[SERVER-29947] Implement Storage Node Watchdog Created: 30/Jun/17  Updated: 30/Oct/23  Resolved: 12/Jul/17

Status: Closed
Project: Core Server
Component/s: None
Affects Version/s: None
Fix Version/s: 3.2.16, 3.4.7, 3.5.10

Type: Task Priority: Major - P3
Reporter: Mark Benvenuto Assignee: Mark Benvenuto
Resolution: Fixed Votes: 0
Labels: None
Remaining Estimate: Not Specified
Time Spent: Not Specified
Original Estimate: Not Specified

Issue Links:
Backports
Depends
Documented
is documented by DOCS-10520 Docs for SERVER-29947: Implement Stor... Closed
Duplicate
is duplicated by SERVER-14139 Disk failure on one node can (eventua... Closed
Related
related to SERVER-31457 Mongod stop responding, takes 200 loa... Closed
is related to SERVER-30774 Add Storage Node Watchdog to MongoS Closed
Backwards Compatibility: Fully Compatible
Backport Requested:
v3.4, v3.2
Sprint: Platforms 2017-07-10, Platforms 2017-07-31
Participants:
Case:

 Description   
Issue Status as of Jul 13, 2017

FEATURE DESCRIPTION
The Storage Node Watchdog is a new feature in MongoDB designed to detect unresponsive I/O conditions.

VERSIONS
This is an enterprise only feature in MongoDB, available in the 3.2.16 and 3.4.7 and newer production releases. The Watchdog is not available on macOS.

OPERATION
The Storage Node Watchdog is disabled by default:

  • It must be enabled at startup as follows:

    mongod --setParameter watchdogPeriodSeconds=60
    

    The watchdogPeriodSeconds parameter is an integer number of seconds and can be either -1 (the default value), which means the watchdog is disabled, or a value greater or equal to 60.

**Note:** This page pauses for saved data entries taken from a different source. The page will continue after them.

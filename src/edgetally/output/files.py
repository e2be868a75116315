"""A result file is written whole or not at all, and never over the drawing."""

from __future__ import annotations

import os
import tempfile
from pathlib import Path

from edgetally.errors import OutputError


def check_target(target: str | Path, drawing: str | Path) -> None:
    """Refuse, before any work, a target that is the drawing itself, a folder, or in a folder that is not there.

    Raises OutputError.
    """
    target, drawing = Path(target), Path(drawing)
    if target.is_dir():
        raise OutputError(f"{target} is a folder: name a file in it")
    if target.exists() and drawing.exists() and target.samefile(drawing):
        raise OutputError(f"{target} is the drawing itself, which is never overwritten: name another file")
    if not target.parent.is_dir():
        raise OutputError(f"the folder {target.parent} does not exist: make it first")
    if not os.access(target.parent, os.W_OK) or (target.exists() and not os.access(target, os.W_OK)):
        raise OutputError(f"{target} cannot be written: permission denied")


def write_whole(target: str | Path, data: bytes) -> None:
    """Write `data` beside the target first and move it there, so that no half-written file is ever seen.

    Raises OutputError.
    """
    target = Path(target)
    temporary = None
    try:
        with tempfile.NamedTemporaryFile(dir=target.parent, prefix=f".{target.name}.", delete=False) as file:
            temporary = Path(file.name)
            file.write(data)
            file.flush()
            os.fsync(file.fileno())
        temporary.chmod(0o666 & ~_umask())
        temporary.replace(target)
    except OSError as error:
        if temporary is not None:
            temporary.unlink(missing_ok=True)
        raise OutputError(f"{target} cannot be written: {error.strerror or error}") from None


def _umask() -> int:
    mask = os.umask(0)
    os.umask(mask)
    return mask
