def main() -> None:
    parser = argparse.ArgumentParser(description=(__doc__ or "").splitlines()[0])
    parser.add_argument("--entries", type=int, required=True)
    parser.add_argument("--queries", type=int, default=60)
    parser.add_argument("--json", type=Path)
    asked = parser.parse_args()
    records = read_records()
    library = grow(records, asked.entries)
    queries = make_queries(records, asked.queries)
    begin = time.perf_counter()
    flat = weigh(library)
    index = SearchIndex(WEIGHTING, (lay_out(flat, WEIGHTING),))
    built = time.perf_counter() - begin
    result: dict[str, Any] = {
        "entries": library.n, "peaks per entry": library.mz.size / library.n, "peaks per query": statistics.mean(
            len(query.nominal) for query in queries), "build s": built, "load average": os.getloadavg()[0],
    }  # fmt: skip
    result["exactness"] = check_exactness(index, library, queries[:5])
    result["file"] = measure_file(index)
    result["search"] = measure_search(index, records, queries)
    few = queries[:20]
    result["baselines, ms"] = {**scipy_times(flat, few), **dense_times(flat, few)}
    if library.n <= MATCHMS_ENTRIES:
        result["baselines, ms"] |= matchms_times(library, queries)
    ours = result["search"]["both scores and top 100, ms"]
    result["times slower than the index"] = {key: value / ours for key, value in result["baselines, ms"].items()}
    result["memory bandwidth of one core, GB/s"] = bandwidth_gb_s()
    show(result)
    if asked.json:
        asked.json.write_text(json.dumps(result, indent=1) + "\n", encoding="utf-8")


def show(result: dict[str, Any], indent: str = "") -> None:
    for key, value in result.items():
        if isinstance(value, dict):
            print(f"{indent}{key}")
            show(value, indent + "  ")
        else:
            print(
                f"{indent}{key:<48} {value:>14,.4g}" if isinstance(value, float) else f"{indent}{key:<48} {value:>14,}"
            )


if __name__ == "__main__":
    main()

  • The watchdog may be paused at runtime by setting watchdogPeriodSeconds to -1 via the setParameter command:

    MongoDB Enterprise> db.runCommand({setParameter:1, watchdogPeriodSeconds : -1})
    

  • The watchdog may be resumed at runtime or its period changed by setting watchdogPeriodSeconds to a value >= 60:

    MongoDB Enterprise> db.runCommand({setParameter:1, watchdogPeriodSeconds : 120})
    

It is an error to set watchdogPeriodSeconds at runtime if the server was not started with a value >= 60 at startup.

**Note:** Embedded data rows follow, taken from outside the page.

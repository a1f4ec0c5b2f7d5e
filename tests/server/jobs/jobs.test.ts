import type { AddressInfo } from "node:net";
import { describe, expect, test, vi } from "vitest";
import { DatabaseQueue, MOST_ATTEMPTS } from "#server/jobs/job-queue.ts";
import type { NewJob } from "#server/jobs/queries.ts";
import { WorkerThread } from "#server/jobs/worker-thread.ts";
import { openWorkshop } from "#server/jobs/workshop.ts";
import type { Job } from "#shared/contract/jobs.ts";
import { parseMachine } from "#shared/formats/machine.ts";
import { testServer } from "#tests/helpers/server.ts";
import { addMachine, endedReading, eventually, sampleBytes, sampleJson, upload } from "#tests/helpers/workshop.ts";

// The workshop of this server is not started: jobs wait until a test takes them.
const server = testServer({ WORKERS: "1" });

const newJob = (key: string): NewJob => ({
  id: crypto.randomUUID(),
  teamId: server.person("lead").teamId,
  kind: "read",
  key,
  subject: { toolpathId: crypto.randomUUID(), readingId: crypto.randomUUID() },
  ofBytes: 100,
});
const queue = () => new DatabaseQueue(server.parts.db);

describe("the queue", () => {
  test("gives each job to one claimer, the oldest first", async () => {
    const { db } = server.parts;
    const ids: string[] = [];
    for (const key of ["a", "b", "c"]) ids.push((await queue().enqueue(db, newJob(key))).job.id);
    const claimed = await Promise.all([queue().claim(), queue().claim(), queue().claim(), queue().claim()]);
    expect(claimed.map((job) => job?.id)).toEqual([...ids, undefined]);
    expect(claimed[0]).toMatchObject({ state: "running", attempts: 1 });
  });

  test("takes equal work once, until it has ended otherwise than well", async () => {
    const { db } = server.parts;
    const { job } = await queue().enqueue(db, newJob("same"));
    expect(await queue().enqueue(db, newJob("same"))).toEqual({ job, isNew: false });
    await queue().claim();
    await queue().finish(db, job.id);
    expect((await queue().enqueue(db, newJob("same"))).isNew).toBe(false);
    const other = await queue().enqueue(db, newJob("other"));
    await queue().cancelWaiting(other.job.id);
    expect((await queue().enqueue(db, newJob("other"))).isNew).toBe(true);
  });

  test("begins a job again that a server's end broke off, and gives it up after three times", async () => {
    const { job } = await queue().enqueue(server.parts.db, newJob("crash"));
    for (let attempt = 1; attempt < MOST_ATTEMPTS; attempt++) {
      expect((await queue().claim())?.attempts).toBe(attempt);
      expect((await queue().recover()).map(({ state }) => state)).toEqual(["queued"]);
    }
    await queue().claim();
    const [given] = await queue().recover();
    expect(given).toMatchObject({
      id: job.id,
      state: "failed",
      refusal: { code: "gave-up", remedy: expect.any(String) },
    });
    expect(await queue().claim()).toBeUndefined();
  });

  test("a job ends once: what comes later changes nothing", async () => {
    const { db } = server.parts;
    const { job } = await queue().enqueue(db, newJob("ends"));
    await queue().claim();
    await queue().cancelRunning(job.id);
    expect(await queue().finish(db, job.id)).toBeUndefined();
    expect(await queue().cancelWaiting(job.id)).toBeUndefined();
    expect(await queue().hasEnded(job.id)).toBe(true);
  });
});

test("a waiting job is cancelled; operators may, viewers may not; a job that has ended stays as it is", async () => {
  const { body } = await upload(server, await addMachine(server), sampleBytes("seal-ring")).expect(201);
  const job = `/api/jobs/${body.reading.jobId}`;
  expect((await server.as("viewer").get(job).expect(200)).body).toMatchObject({
    kind: "read",
    state: "queued",
    progress: { bytes: 0, ofBytes: sampleBytes("seal-ring").length },
    readingId: body.reading.id,
  });
  await server.as("viewer").delete(job).expect(403);
  await server.as("lead", "birch").delete(job).expect(404);
  for (let k = 0; k < 2; k++)
    expect((await server.as("operator").delete(job).expect(200)).body.state).toBe("cancelled");
  expect((await endedReading(server, body.reading.id)).state).toBe("cancelled");
  const { body: early } = await server.as("viewer").get(`/api/readings/${body.reading.id}/document`).expect(409);
  expect(early.code).toBe("not-ready");
});

test("a job that says it runs, but that nobody works on, can be cancelled", async () => {
  const { body } = await upload(server, await addMachine(server), sampleBytes("seal-ring")).expect(201);
  await queue().claim();
  const cancelled = await server.as("operator").delete(`/api/jobs/${body.reading.jobId}`).expect(200);
  expect(cancelled.body.state).toBe("cancelled");
});

test("a worker that falls silent is ended, and its job fails visibly after three tries", async () => {
  const { body } = await upload(server, await addMachine(server), sampleBytes("seal-ring")).expect(201);
  // No worker says anything within a millisecond of its start.
  const workshop = await openWorkshop(server.parts, { silenceMs: 1, cancelMs: 1_000 });
  await workshop.start();
  try {
    const reading = await endedReading(server, body.reading.id);
    expect(reading).toMatchObject({ state: "failed", refusal: { code: "gave-up" } });
    expect(server.logged.filter((line) => line.includes("no sign of life"))).toHaveLength(MOST_ATTEMPTS);
  } finally {
    await workshop.close();
  }
});

test("a worker that dies takes its job with it, not the server; the next job gets a new one", async () => {
  const { storage } = server.parts.workshop.shelf;
  const staged = await storage.stage([sampleBytes("seal-ring")] as unknown as AsyncIterable<Uint8Array>, "test");
  await storage.keep(staged);
  const storageRoot = `${server.parts.env.DATA_DIR}/files`;
  const thread = new WorkerThread({ storageRoot }, { silenceMs: 60_000, cancelMs: 1_000 });
  const machine = parseMachine(sampleJson("machines/tern.json"));
  const task = { kind: "read", file: staged, machine } as const;
  const going = new AbortController().signal;
  const run = thread.run("job", task, going, () => {});
  await thread.close();
  expect(await run).toMatchObject({ end: "failed", reason: expect.stringContaining("the worker ended") });
  expect(await thread.run("job", task, going, () => {})).toMatchObject({ end: "done" });
  const lost = await thread.run("job", { ...task, file: { sha256: "0".repeat(64), bytes: 1 } }, going, () => {});
  expect(lost).toMatchObject({ end: "failed", reason: expect.stringContaining("no bytes are stored") });
  await thread.close();
});

test("a team hears of its own jobs only, from the waiting ones to the last event, and again after a break", async () => {
  const listening = server.app.listen(0);
  const leave = new AbortController();
  try {
    const { port } = listening.address() as AddressInfo;
    const listen = async (team: "alder" | "birch", headers: Record<string, string> = {}) => {
      const { cookie } = server.person("viewer", team);
      const init = { headers: { cookie, ...headers }, signal: leave.signal };
      return collect(await fetch(`http://localhost:${port}/api/events`, init));
    };
    const { body } = await upload(server, await addMachine(server), sampleBytes("seal-ring")).expect(201);
    const [own, strange] = [await listen("alder"), await listen("birch")];
    await eventually(
      async () => own.jobs,
      (jobs) => jobs.some(({ state }) => state === "queued"),
    );
    const workshop = server.parts.workshop;
    await workshop.start();
    await eventually(
      async () => own.jobs,
      (jobs) => jobs.some(({ state }) => state === "done"),
    );
    expect(new Set(own.jobs.map(({ id }) => id))).toEqual(new Set([body.reading.jobId]));
    expect([...new Set(own.jobs.map(({ state }) => state))]).toEqual(["queued", "running", "done"]);
    const late = await listen("alder", { "Last-Event-ID": String(Date.now() - 1_000) });
    await eventually(
      async () => late.jobs,
      (jobs) => jobs.some(({ state }) => state === "done"),
    );
    expect(strange.jobs).toEqual([]);
    await server.with().get("/api/events").expect(401);
  } finally {
    leave.abort();
    listening.close();
  }
});

test("a stream of events ends soon after its session does, and lasts as long as that holds", async () => {
  vi.useFakeTimers({ toFake: ["setInterval", "clearInterval"] });
  const listening = server.app.listen(0);
  const leave = new AbortController();
  try {
    const { port } = listening.address() as AddressInfo;
    const listen = (role: "viewer" | "operator") => {
      const { cookie } = server.person(role);
      return fetch(`http://localhost:${port}/api/events`, { headers: { cookie }, signal: leave.signal });
    };
    const [left, stays] = [await listen("viewer"), collect(await listen("operator"))];
    const ended = left.text();
    await server.as("viewer").delete("/api/session").expect(204);
    vi.advanceTimersByTime(10_000);
    expect(await ended).toMatch(/^retry: \d+\n\n$/);
    await queue()
      .enqueue(server.parts.db, newJob("heard"))
      .then(({ job }) => server.parts.workshop.announce(job));
    await eventually(
      async () => stays.jobs,
      (jobs) => jobs.length > 0,
    );
  } finally {
    leave.abort();
    listening.close();
    vi.useRealTimers();
  }
});

/** Gathers what an event stream says as long as it lasts. */
function collect(reply: Response): { jobs: Job[] } {
  expect(reply.headers.get("content-type")).toContain("text/event-stream");
  const heard: { jobs: Job[] } = { jobs: [] };
  const read = async () => {
    let text = "";
    for await (const piece of reply.body as unknown as AsyncIterable<Uint8Array>) {
      text += Buffer.from(piece).toString("utf8");
      const events = text.split("\n\n");
      text = events.pop()!;
      for (const event of events) {
        const data = /^event: job\ndata: (.*)$/m.exec(event)?.[1];
        if (data !== undefined) heard.jobs.push(JSON.parse(data));
      }
    }
  };
  read().catch(() => {});
  return heard;
}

The watchdog monitors the following directories:

  • The --dbpath directory
  • The --dbpath/journal directory if the journal is enabled
  • The directory of --logpath file
  • The directory of --auditPath file

If any of these directories resides in an I/O subsystem and that I/O subsystem becomes unresponsive, the watchdog will detect such condition after sufficient time has passed, then terminate mongod tearing down all its threads and exiting the process with exit code 61. The maximum time the watchdog can take to detect an unresponsive I/O subsystem is approximately twice the watchdogPeriodSeconds.

IMPLEMENTATION DETAILS
It is implemented as a pair of threads in mongod that monitors various directories MongoDB uses to store data, and log files. One thread checks the monitored directories, and a second thread ensures that the first thread never gets stuck. The check thread runs at a fixed 10 second interval.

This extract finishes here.